One other study in groups of 8 time-mated female rabbits used doses of 0, 25, 75, 150, or 300 mg/kg from the 7th day of gestation o the 28th. It found a dose-dependent reduction in maternal body weight for all doses higher than 25 mg/kg and a concomitant decrease in feed consumption. There was no notable maternal pathology. There was a statistically significant reduction in the number of live fetuses per litter in the 300 mg/kg group, and a nonsignificant decline in the 25, and 150 mg/kg groups, but not the 75 mg group. There were no notable differences between groups in fetal malformations of any type.
Very high doses in rabbits caused a higher rate of fetal toxicity and fewer births.
The authors noted that, in another paper, 5 mg/kg in rats produced a plasma level of vinpocetine and its main metabolite roughly equivalent to a single 10 mg dose in humans.
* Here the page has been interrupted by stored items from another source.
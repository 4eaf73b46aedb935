//! Exact coefficients in the number field Q(sqrt 2, sqrt 3, i).
//!
//! Why this field: it is the smallest field that holds exp(i*pi*k/12) for every integer k,
//! so sin, cos and exp at rational multiples of pi with denominators 1, 2, 3, 4, 6 and 12 have
//! exact values, and sqrt(2), sqrt(3), sqrt(6) and i are exact constants. It is a vector
//! space of dimension 8 over Q with basis sqrt(2)^a * sqrt(3)^b * i^c (a, b, c in {0, 1}), so
//! a coefficient is zero exactly when its eight rational components are: the zero test of a
//! coefficient is exact.
//!
//! **Invariant:** components are stored sparsely, sorted by basis index, never zero.

use num_bigint::BigInt;
use num_rational::BigRational;
use num_traits::{One, Signed, ToPrimitive, Zero};
use std::fmt;

/// An exact rational number.
pub type Q = BigRational;

/// Basis index bits: 1 = sqrt(2), 2 = sqrt(3), 4 = i.
const SQRT2: u8 = 1;
const SQRT3: u8 = 2;
const IMAG: u8 = 4;

/// A basis element `sqrt(2)^a * sqrt(3)^b * i^c` (a, b, c in {0, 1}) of Q(sqrt 2, sqrt 3, i)
/// over Q: a coefficient is exactly the sum of its [`Coeff::components`], each a rational
/// times one basis element.
#[derive(Clone, Copy, PartialEq, Eq, Hash, PartialOrd, Ord, Debug)]
pub struct Basis(u8);

impl Basis {
    /// The basis element 1.
    pub const ONE: Basis = Basis(0);

    /// True if the element has the factor i.
    #[must_use]
    pub fn is_imaginary(self) -> bool {
        self.0 & IMAG != 0
    }

    /// The integer `m` in {1, 2, 3, 6} whose square root the element has as its real factor:
    /// the element is `sqrt(m)`, or `i*sqrt(m)` when [`Basis::is_imaginary`].
    #[must_use]
    pub fn radicand(self) -> u32 {
        match self.0 & (SQRT2 | SQRT3) {
            SQRT2 => 2,
            SQRT3 => 3,
            3 => 6,
            _ => 1,
        }
    }

    /// The element as a coefficient.
    #[must_use]
    pub fn to_coeff(self) -> Coeff {
        Coeff::basis(self.0, Q::one())
    }
}

/// An element of Q(sqrt 2, sqrt 3, i).
///
/// Three representations, chosen canonically so that derived equality is value equality. A
/// rational is *small* when its numerator fits an `i64` (other than `i64::MIN`) and its
/// denominator a `u64` (lowest terms, positive denominator). A single basis element times a
/// small rational is always `Small(n, d, basis)` (zero is `Small(0, 1, 0)`); two or more
/// components, all small, are always `Multi`; everything else is `Parts`. `Multi` and `Parts`
/// are sorted by basis index with no zero component. The small cases (nearly every
/// coefficient of a polynomial computation, the `±i/2` of every sine and the `a/2 ± b i/2` of
/// every `a cos + b sin` in exponentials) add and multiply in machine words, with exact
/// overflow to big integers.
#[derive(Clone, PartialEq, Eq, Debug)]
pub struct Coeff {
    repr: Repr,
}
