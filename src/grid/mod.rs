//! The grid check: a numerical second opinion on a problem's claims, by convergence test.
//!
//! Model. The perturbation `h` (and the source `T`) is sampled on a 4-d box of lattice points
//! at three or more resolutions. Derivatives are taken by central finite differences of order
//! `q` (2, 4, 6 or 8; weights from Fornberg's algorithm, [`stencil`]), as a simulation code
//! would; mixed second derivatives are products of first-derivative stencils. Each claim's
//! components are written from the definitions in terms of these samples and derivatives
//! ([`claims`]), never from the symbolic derivatives of [`crate::tensor`], so that this is an
//! independent opinion. The residual of a claim at a resolution is the largest |component|
//! over the components and the interior points of the coarsest grid's interior region (where
//! its stencil fits inside the box), the same region at every resolution so that the
//! residuals compare like with like.
//!
//! If a claim is true its residual is truncation error and falls like `spacing^q` until it
//! reaches round-off; if it is false the residual stalls at the size of the defect. The
//! verdict rule ([`verdict`]): with the observed order `p` between the two finest resolutions,
//! - the finest residual is within the round-off floor: the components vanish *to within
//!   round-off* (and a defect smaller than the floor cannot be seen: the report says so);
//! - `p >= q - 1/2`: they vanish (falling at the stencil's order);
//! - `|p| < 1/2` and the residual more than 10 times the floor: they do not vanish;
//! - otherwise inconclusive, with the reason.
//!
//! A claim `= true` holds when its components vanish, a claim `= false` when they do not.
//! Everything here is numerical evidence, not proof, and is labelled so.
//!
//! Round-off floor. Every sample carries a running error bound from its tape
//! ([`crate::tape::Tape::eval_bounds`]), the largest over a 6^4 lattice spanning the box
//! taken as the sample error `e_c` of channel `c` (a component, or a linear part of the
//! components when they have fewer distinct parts than there are components:
//! [`crate::tape::TapeBuilder::linear_parts`]). A first difference amplifies it by
//! `sum |w1| / spacing`, a second by `sum |w2| / spacing^2` (mixed: `(sum |w1|)^2 /
//! spacing^2`), and a component by the sum of |coefficients| of its terms; the floor of a claim
//! is the largest over its components. It is an estimate (a bound at the probe points), so a
//! claim is called false only well above it.
//!
//! Key design decision: memory stays bounded by streaming ([`sweep`], over `x` with every `t`
//! held, or over `t` when the box is longer in `t`): only a ring of the `q + 2` slabs (3-d
//! cuts of the lattice; `q + 4` on several threads) that the stencils being evaluated reach
//! is held, plus one slab of the channels that do not depend on `t`: about
//! `(q + 3) * n^3 * channels * 8` bytes for `n` points per side, never `n^4`.
//!
//! **Invariants:** no symbolic derivative of `h` or `T` is taken here (samples of arbitrary
//! functions are differentiated symbolically, which defines the sample, not the
//! perturbation); a non-finite sample is an error naming its point unless masking was asked
//! for, and masked points are counted, never silently dropped; results do not depend on the
//! number of threads.

pub mod claims;
pub mod curved;
pub mod plot;
pub mod stencil;
pub mod sweep;
#[cfg(test)]
mod tests;
pub mod verdict;

pub use claims::{Atom, ClaimSpec, Combo, Deriv, Field, box_hbar, claim_specs};
pub use curved::{CurvedPlan, Tracked};
pub use stencil::{ORDERS, Stencil};
pub use sweep::{Box4, Buffers, Sweep};
pub use verdict::{Finding, classify, observed_orders};

use crate::canon::{Form, FunctionSample, Store};
use crate::problem::{Domain, GridSpec, Problem};
use crate::tape::{Binding, Compiler, Lowering, Node, Tape, TapeError, UserExprs};
use rustc_hash::FxHashMap;
use std::rc::Rc;

/// The default centre (t, x, y, z): away from the origin, where point sources sit.
pub const DEFAULT_CENTER: [f64; 4] = [0.3, 0.4, 0.5, 0.6];
/// The default side of the box.
pub const DEFAULT_WIDTH: f64 = 0.2;
/// The default order of the stencils.
pub const DEFAULT_ORDER: u32 = 4;
/// Points per side of the probe lattice for the round-off floor.
pub const PROBE_POINTS: usize = 6;
/// Fewest resolutions for a convergence test.
pub const MIN_RESOLUTIONS: usize = 3;

/// The default resolutions for stencils of order `order`: `n, 2n, 4n` points per side with
/// `n = max(8, order + 4)`, so the coarsest has at least four interior points per side.
#[must_use]
pub fn default_points(order: u32) -> Vec<usize> {
    let n = 8usize.max(order as usize + 4);
    vec![n, 2 * n, 4 * n]
}

/// Why the grid check could not run.
#[derive(Clone, Debug, PartialEq, thiserror::Error)]
pub enum GridError {
    /// A sample is not finite (a pole, `r = 0` of a point source, an overflow).
    #[error(
        "{component} is {value} at ({coordinates}) = ({}, {}, {}, {}) (a grid point at {points} points per side)",
        point[0], point[1], point[2], point[3]
    )]
    NonFinite {
        /// The component, e.g. `h_tt`.
        component: String,
        /// The coordinate names, e.g. `t, x, y, z`.
        coordinates: String,
        /// The point.
        point: [f64; 4],
        /// `NaN` or `infinite`.
        value: String,
        /// Points per side of the resolution where it happened.
        points: usize,
    },
    /// A sample has an imaginary part that is not round-off.
    #[error(
        "{component} is not real: imaginary part {imaginary:.3e} at ({coordinates}) = ({}, {}, {}, {}), where the largest |value| is {magnitude:.3e}",
        point[0], point[1], point[2], point[3]
    )]
    NotReal {
        /// The component.
        component: String,
        /// The coordinate names, e.g. `t, x, y, z`.
        coordinates: String,
        /// Where the imaginary part is largest.
        point: [f64; 4],
        /// Its size.
        imaginary: f64,
        /// The largest |value| of the component.
        magnitude: f64,
    },
    /// A component cannot be compiled for evaluation.
    #[error("cannot evaluate {component}: {error}")]
    Compile {
        /// The component.
        component: String,
        /// Why.
        error: TapeError,
    },
    /// A resolution too coarse for the stencil.
    #[error(
        "central differences of order {order} need at least {needed} points per side; {got} is too few"
    )]
    TooFewPoints {
        /// The order.
        order: u32,
        /// Points needed.
        needed: usize,
        /// Points given.
        got: usize,
    },
    /// Settings that make no grid.
    #[error("{0}")]
    Settings(String),
}

/// A sampled component of `h` or `T`.
#[derive(Clone, Debug, PartialEq)]
pub struct Channel {
    /// `h_xx`, `T_tt`, ...
    pub name: String,
    /// Which tensor.
    pub field: Field,
    /// Smaller index.
    pub mu: usize,
    /// Larger index.
    pub nu: usize,
    /// Whether it depends on `t` (sampled every slab) or not (sampled once).
    pub dynamic: bool,
    /// Bit `a` set when it depends on coordinate `a` (its derivatives along the others are
    /// exactly 0).
    pub axes: u8,
    /// Its output number in its tape.
    pub(crate) slot: usize,
}

/// A claim component in grid terms.
#[derive(Clone, Debug, PartialEq)]
pub struct ComponentPlan {
    /// Its name, e.g. `G_tx`.
    pub name: String,
    /// `(atom, coefficient)`: indices into [`GridPlan::atoms`].
    pub terms: Vec<(usize, f64)>,
}

/// A claim ready to be evaluated on grids.
#[derive(Clone, Debug, PartialEq)]
pub struct ClaimPlan {
    /// Machine key (as the exact check's).
    pub key: String,
    /// Description.
    pub title: String,
    /// The title as asserted.
    pub heading: String,
    /// What the file asserts.
    pub asserted: Option<bool>,
    /// The components.
    pub components: Vec<ComponentPlan>,
    /// Why the grids do not check this claim (`None`: they do).
    pub not_checked: Option<String>,
    /// Whether components that do not vanish refute the claim; not for a claim that the
    /// file's gauge vector gives `h` (another vector may: [`crate::claim::Kind::refuted_by_witness`]).
    pub refutable: bool,
}

/// Everything compiled before any sampling: the channels and their tapes, the derivatives
/// needed, the claims.
#[derive(Clone, Debug)]
pub struct GridPlan {
    /// The sampled components (those that are not identically zero).
    pub channels: Vec<Channel>,
    /// `(channel, derivative)` pairs the claims need.
    pub atoms: Vec<(usize, Deriv)>,
    /// The claims.
    pub claims: Vec<ClaimPlan>,
    /// True if the file had a [claims] table.
    pub has_claims: bool,
    /// The coordinate names, time first (`t, x, y, z` for flat problems).
    pub coordinates: [String; 4],
    /// About a background: where gbar, h and the rest are sampled, and each component's
    /// [`crate::claim::Part`] (`None`: a flat problem, whose components are the linear
    /// combinations of [`ComponentPlan::terms`]).
    pub curved: Option<CurvedPlan>,
    pub(crate) dynamic: Tape,
    pub(crate) statics: Tape,
    /// When the channels are the linear parts of the components
    /// ([`crate::tape::TapeBuilder::linear_parts`]): the plan with a channel per component.
    pub by_component: Option<Box<GridPlan>>,
}

/// Per component of `h` and `T` (field, indices): its channels with their coefficients.
type Expansion = FxHashMap<(Field, usize, usize), Vec<(usize, f64)>>;

/// Nodes visited at most to write one component as a linear combination
/// ([`crate::tape::TapeBuilder::linear_parts`]); beyond, the component is sampled whole.
const LINEAR_VISITS: usize = 4096;
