impl Ray<'_> {
    fn claim(
        &self,
        store: &mut Store,
        claim: Claim,
        named: Vec<(String, Form, i64)>,
    ) -> (ClaimReport, Vec<Found>) {
        let mut components = Vec::new();
        let mut found = Vec::new();
        for (name, f, weight) in named {
            let (verdict, residual, mut fd) = self.component(store, f, weight);
            fd.weight = weight;
            components.push(Component {
                name,
                verdict,
                residual,
                audit: Audited::NotRun("not yet audited".into()),
            });
            found.push(fd);
        }
        let refs: Vec<&Verdict> = components.iter().map(|c| &c.verdict).collect();
        let status = status_of(claim, &refs);
        let method = method_text(&components, &found, self.order, self.names, self.frame);
        let mut report = ClaimReport::new(claim, status, method, components);
        report.far_zone = Some(self.order);
        (report, found)
    }

    fn component(&self, store: &mut Store, f: Form, weight: i64) -> (Verdict, Residual, Found) {
        if store.is_zero(f) {
            // Exactly 0: no expansion, no condition; the audit still evaluates it.
            let found = Found {
                valid_at: vec![true; self.bases.len()],
                ..Found::default()
            };
            return (Verdict::Zero, Residual::Zero, found);
        }
        let undecided =
            |why: String| (Verdict::Undecided(why), Residual::Form(f), Found::default());
        let n = i64::from(self.order);
        let mut last = 0;
        for (mult, margin) in PRECISIONS {
            let p = self.order as usize * mult + margin;
            last = p;
            let mut ex = Expander::new(self.sampling, self.moving.clone(), p);
            let s = match ex.expand(store, f) {
                // The component in the orthonormal frame: times rho^-weight = eps^weight.
                Ok(s) => series::shift(s, weight),
                Err(Stop::Precision) => continue,
                Err(e) => return undecided(stop_text(e)),
            };
            let mut conditions = self.frame.map_or(Vec::new(), |fr| fr.conditions.clone());
            for c in &ex.conditions {
                if !conditions.contains(c) {
                    conditions.push(*c);
                }
            }
            let end = s.prec.min(n);
            let mut k = s.v;
            while k < end {
                let c = s.coef(k, store).expect("below the precision");
                if store.is_zero(c) {
                    k += 1;
                    continue;
                }
                match decide(store, c, self.sampling) {
                    Verdict::Nonzero(w) => {
                        return self.failing(store, c, k, w, &conditions, f);
                    }
                    Verdict::Undecided(why) => {
                        return undecided(format!(
                            "the coefficient of 1/rho^{k} is not reduced to 0 and not \
                             certified nonzero ({why})"
                        ));
                    }
                    // Only an empty form is proved 0, and those were skipped above.
                    Verdict::Zero => k += 1,
                }
            }
            if s.prec < n {
                continue;
            }
            let texts = self.condition_texts(store, &conditions);
            if !conditions.is_empty() && self.somewhere(store, &conditions).is_none() {
                return undecided(format!(
                    "every coefficient below 1/r^{n} reduces to 0, but the expansion rests on \
                     conditions ({}) that could not be certified at any sampled point",
                    texts.join("; ")
                ));
            }
            let valid_at = self
                .bases
                .iter()
                .map(|b| self.certified_at(store, &conditions, b))
                .collect();
            return (
                Verdict::Zero,
                Residual::Zero,
                Found {
                    failing_order: None,
                    conditions: texts,
                    valid_at,
                    weight,
                },
            );
        }
        undecided(format!(
            "too large: the expansion in 1/r did not reach order {n} with {last} terms \
             (cancellations)"
        ))
    }

    /// The verdict of a component whose coefficient `c` of eps^k (k < n, every lower one
    /// proved 0) the zero test certified nonzero at `w`.
    fn failing(
        &self,
        store: &mut Store,
        c: Form,
        k: i64,
        w: Witness,
        conditions: &[Condition],
        f: Form,
    ) -> (Verdict, Residual, Found) {
        let point = self.complete(&w.point);
        let w = if self.certified_at(store, conditions, &point) {
            Some(Witness { point, ..w })
        } else {
            // The zero test's point lies where the expansion is not certified: look for one
            // where both the coefficient and the conditions are.
            self.somewhere_nonzero(store, c, conditions)
        };
        let Some(w) = w else {
            return (
                Verdict::Undecided(format!(
                    "the coefficient of 1/rho^{k} is certified nonzero, but not at a point where \
                     the expansion's conditions are certified"
                )),
                Residual::Form(f),
                Found::default(),
            );
        };
        let n = self.order;
        let how = match k {
            -1 => "grows like r".to_string(),
            k if k < 0 => format!("grows like r^{}", -k),
            0 => "does not fall off (order r^0)".to_string(),
            1 => "falls off only as 1/r".to_string(),
            k => format!("falls off only as 1/r^{k}"),
        };
        let text = store.to_text_summary(c, RESIDUAL_CHARS);
        let valid_at = self
            .bases
            .iter()
            .map(|b| self.certified_at(store, conditions, b))
            .collect();
        (
            Verdict::Nonzero(w),
            Residual::Note(format!(
                "{how}; claimed O({}); coefficient of {}: {text}",
                if n == 1 {
                    "1/r".to_string()
                } else {
                    format!("1/r^{n}")
                },
                match k {
                    k if k < 0 => format!("rho^{}", -k),
                    0 => "rho^0".to_string(),
                    k => format!("1/rho^{k}"),
                }
            )),
            Found {
                failing_order: Some(k),
                conditions: self.condition_texts(store, conditions),
                valid_at,
                weight: 0,
            },
        )
    }

    /// `point` with u, n and every parameter it lacks filled in (a coefficient does not
    /// depend on the symbols its witness leaves out).
    fn complete(&self, point: &[(String, f64)]) -> Vec<(String, f64)> {
        let mut out = point.to_vec();
        let fill = [0.6, -0.7, 0.8]
            .into_iter()
            .enumerate()
            .map(|(i, v)| (self.names.n.get(i), self.names.fill(i, v)));
        let fill = std::iter::once((Some(&self.names.u), 0.5)).chain(fill);
        for (name, v) in fill {
            let Some(name) = name else { continue };
            if !out.iter().any(|(m, _)| m == name) {
                out.push((name.clone(), v));
            }
        }
        for (name, v) in self.parameters {
            if !out.iter().any(|(m, _)| m == name) {
                out.push((name.clone(), *v));
            }
        }
        out.sort_by(|a, b| a.0.cmp(&b.0));
        out
    }

    fn point(&self, store: &mut Store, values: &[(String, f64)], forms: &[Form]) -> Option<Point> {
        let mut pt = Point::default();
        for (name, v) in values {
            let k = store.symbol_kernel(name);
            pt.values
                .insert(k, CInterval::from_real(Interval::point(*v)?));
        }
        for &f in forms {
            for (i, name) in store.functions_used(f).into_iter().enumerate() {
                let s = match self.sampling.samples.get(&name) {
                    Some(s) => s.clone(),
                    None => crate::zero::generic_sample(store, i),
                };
                pt.samples.insert(name, s);
            }
        }
        Some(pt)
    }

    /// Whether every condition is certified at `values`.
    fn certified_at(
        &self,
        store: &mut Store,
        conditions: &[Condition],
        values: &[(String, f64)],
    ) -> bool {
        let forms: Vec<Form> = conditions.iter().map(|c| condition_form(*c)).collect();
        let Some(pt) = self.point(store, values, &forms) else {
            return false;
        };
        conditions.iter().all(|c| {
            let Some(v) = store.eval_interval(condition_form(*c), &pt) else {
                return false;
            };
            match c {
                Condition::NonZero(_) => v.excludes_zero(),
                Condition::OffNegativeAxis(_) => v.im.excludes_zero() || v.re.lo() > 0.0,
            }
        })
    }

    /// Seeded points of u, n and the parameters (as the zero test samples them).
    fn sampled(&self, attempt: usize, rng: &mut SplitMix64) -> Vec<(String, f64)> {
        let mut out = Vec::new();
        let unit = |rng: &mut SplitMix64| {
            let mag = 0.25 + 1.75 * rng.next_f64();
            let v = if rng.next_u64() & 1 == 1 { -mag } else { mag };
            format!("{v:.2e}").parse().unwrap_or(v)
        };
        out.push((self.names.u.clone(), unit(rng)));
        for i in 0..self.names.n.len() {
            let v = self.names.direction(i, rng);
            out.push((self.names.n[i].clone(), v));
        }
        let at_file_values = attempt < self.sampling.points.div_ceil(2);
        for (name, t) in self.parameters {
            let v = if at_file_values || *t == 0.0 {
                *t
            } else {
                t * (0.5 + 1.5 * rng.next_f64())
            };
            out.push((name.clone(), v));
        }
        out.sort_by(|a, b| a.0.cmp(&b.0));
        out
    }

    /// A seeded point where every condition is certified.
    fn somewhere(&self, store: &mut Store, conditions: &[Condition]) -> Option<Vec<(String, f64)>> {
        let mut rng = SplitMix64::new(self.sampling.seed);
        (0..self.sampling.points)
            .map(|a| self.sampled(a, &mut rng))
            .find(|p| self.certified_at(store, conditions, p))
    }

    /// A seeded witness of `c != 0` where every condition is certified.
    fn somewhere_nonzero(
        &self,
        store: &mut Store,
        c: Form,
        conditions: &[Condition],
    ) -> Option<Witness> {
        let mut rng = SplitMix64::new(self.sampling.seed ^ 0x9e37);
        for a in 0..self.sampling.points {
            let p = self.sampled(a, &mut rng);
            if !self.certified_at(store, conditions, &p) {
                continue;
            }
            let pt = self.point(store, &p, &[c])?;
            if let Some(v) = store.eval_interval(c, &pt)
                && v.excludes_zero()
            {
                return Some(Witness {
                    point: p,
                    value: v,
                    seed: self.sampling.seed,
                    chosen: None,
                });
            }
        }
        None
    }

    /// The conditions as text, without the coefficients whose nonzero value follows from
    /// n != 0 (a nonzero constant times a power of n.n).
    fn condition_texts(&self, store: &mut Store, conditions: &[Condition]) -> Vec<String> {
        let mut out = Vec::new();
        let mut kept: Vec<Form> = Vec::new();
        for &c in conditions {
            if let Condition::NonZero(f) = c {
                if self.implied_by_direction(store, f) {
                    continue;
                }
                // A constant multiple of a condition already listed says nothing new: f/g
                // proved free of every symbol (each partial derivative proved 0).
                let same = kept
                    .iter()
                    .any(|&g| constant_ratio(store, f, g, self.sampling));
                if same {
                    continue;
                }
                kept.push(f);
            }
            let text = store.to_display_summary(condition_form(c), 200);
            out.push(match c {
                Condition::NonZero(_) => format!("{text} != 0"),
                Condition::OffNegativeAxis(_) => format!("{text} is not a real number <= 0"),
            });
        }
        out
    }

    fn implied_by_direction(&self, store: &mut Store, f: Form) -> bool {
        if self.names.radial.is_some() {
            return false;
        }
        let n: [Form; 3] = std::array::from_fn(|i| store.symbol(&self.names.n[i]));
        let nn = (|| -> Result<Form, CanonError> {
            let sq = [
                store.mul(n[0], n[0])?,
                store.mul(n[1], n[1])?,
                store.mul(n[2], n[2])?,
            ];
            store.sum(&sq)
        })();
        let Ok(nn) = nn else { return false };
        // f or f^2 (for odd powers of s = sqrt(n.n)) a nonzero constant times (n.n)^k.
        let Ok(f2) = store.mul(f, f) else {
            return false;
        };
        let mut p = store.one();
        for _ in 0..=8 {
            for g in [f, f2] {
                if let Ok(q) = store.div(g, p)
                    && store.as_constant(q).is_some()
                {
                    return true;
                }
            }
            match store.mul(p, nn) {
                Ok(next) => p = next,
                Err(_) => return false,
            }
        }
        false
    }
}
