fn render_text(label: &str, name: Option<&str>, r: &GridReport, defaults: &[&str]) -> String {
    let s0 = &r.settings;
    let mut s = String::new();
    match name {
        Some(n) => {
            let _ = writeln!(s, "{label}: {n}");
        }
        None => {
            let _ = writeln!(s, "{label}");
        }
    }
    let pts: Vec<String> = s0.points.iter().map(usize::to_string).collect();
    let _ = writeln!(
        s,
        "convergence test on grids (numerical evidence, not proof)"
    );
    let _ = writeln!(
        s,
        "  box: centre ({}) = ({}, {}, {}, {}), side {}; {} points per side",
        r.coordinates.join(", "),
        coord(s0.center[0]),
        coord(s0.center[1]),
        coord(s0.center[2]),
        coord(s0.center[3]),
        coord(s0.width),
        pts.join(", ")
    );
    let _ = writeln!(
        s,
        "  derivatives: central differences of order {}; residual = largest |component| over \
         the\n  interior of the coarsest grid (the same region at every resolution)",
        s0.order
    );
    if r.background {
        let _ = writeln!(
            s,
            "  about the background: at every interior point the claims' components come from \
             the\n  full curvature chain (dual numbers) on the differenced samples of gbar and h"
        );
    }
    if !defaults.is_empty() {
        let _ = writeln!(
            s,
            "  (default {}: set in [grid] or with --{})",
            defaults.join(", "),
            defaults.join(", --")
        );
    }
    if !r.has_claims {
        let _ = writeln!(
            s,
            "  (no [claims] table: reporting which properties the grids support)"
        );
    }
    for l in &r.levels {
        if l.masked > 0 {
            let _ = writeln!(
                s,
                "  masked: {} non-finite sample values at {} points per side",
                l.masked, l.points
            );
        }
    }
    for c in &r.claims {
        let _ = writeln!(s);
        let _ = writeln!(s, "  {:<13}{}", word(c, r.has_claims), c.heading);
        if c.rows.is_empty() {
            // Not checked on grids: only the reason.
            s.push_str(&wrap(&c.explanation, 15, 96));
            continue;
        }
        let _ = writeln!(
            s,
            "  {:13}{:>6}  {:>10}  {:>10}  {:>10}  {:>6}",
            "", "points", "spacing", "residual", "floor", "order"
        );
        for (i, (row, l)) in c.rows.iter().zip(&r.levels).enumerate() {
            let order = match i.checked_sub(1).and_then(|j| c.orders[j]) {
                Some(p) => format!("{p:.2}"),
                None if i == 0 => String::new(),
                None => "-".into(),
            };
            let skipped = if row.skipped > 0 {
                format!("  ({} points skipped)", row.skipped)
            } else {
                String::new()
            };
            let _ = writeln!(
                s,
                "  {:13}{:>6}  {:>10.3e}  {:>10}  {:>10.1e}  {:>6}{skipped}",
                "",
                l.points,
                l.spacing,
                num(row.residual),
                row.floor,
                order
            );
        }
        s.push_str(&wrap(&c.explanation, 15, 96));
    }
    let counted: Vec<&ClaimResult> = r
        .claims
        .iter()
        .filter(|c| c.asserted.is_some() || !r.has_claims)
        .collect();
    let by = |st: GridStatus| counted.iter().filter(|c| c.status == st).count();
    let _ = writeln!(s);
    let summary = match (r.has_claims, r.overall()) {
        (true, GridStatus::Holds) => format!("every claim holds ({} checked)", counted.len()),
        (true, GridStatus::Fails) => {
            format!("{} of {} claims fail", by(GridStatus::Fails), counted.len())
        }
        (true, GridStatus::Inconclusive) => format!(
            "{} of {} claims inconclusive, none fails",
            by(GridStatus::Inconclusive),
            counted.len()
        ),
        (true, GridStatus::Unresolved) => format!(
            "{} of {} claims not resolvable at the round-off floor, none fails",
            by(GridStatus::Unresolved),
            counted.len()
        ),
        (false, GridStatus::Inconclusive | GridStatus::Unresolved) => {
            "some properties are unclear".into()
        }
        (false, _) => "every property decided".into(),
    };
    let _ = writeln!(s, "result (numerical evidence): {summary}");
    s
}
While there were no statistically significant differences in fetal toxicity measures for 5 mg/kg up to 20, small increases in risk are compatible with the results, and abnormalities in fetuses were statistically significant or suggestive for many areas in the 20 mg/kg groups or higher. 10-60 mg in humans is a common dose, so while there isn’t sufficient evidence to say that the lower end is harmful during pregnancy, caution would warrant limiting dose to 10 mg or less.
High doses of vinpocetine cause fetal toxicity and reductions in maternal weight and appetite in rats and rabbits. The higher end of usual human doses may lead to these effects, while the lower end of 10 mg hasn’t been sufficiently established to be harmful, but these studies don’t rule out harms in human pregnancy.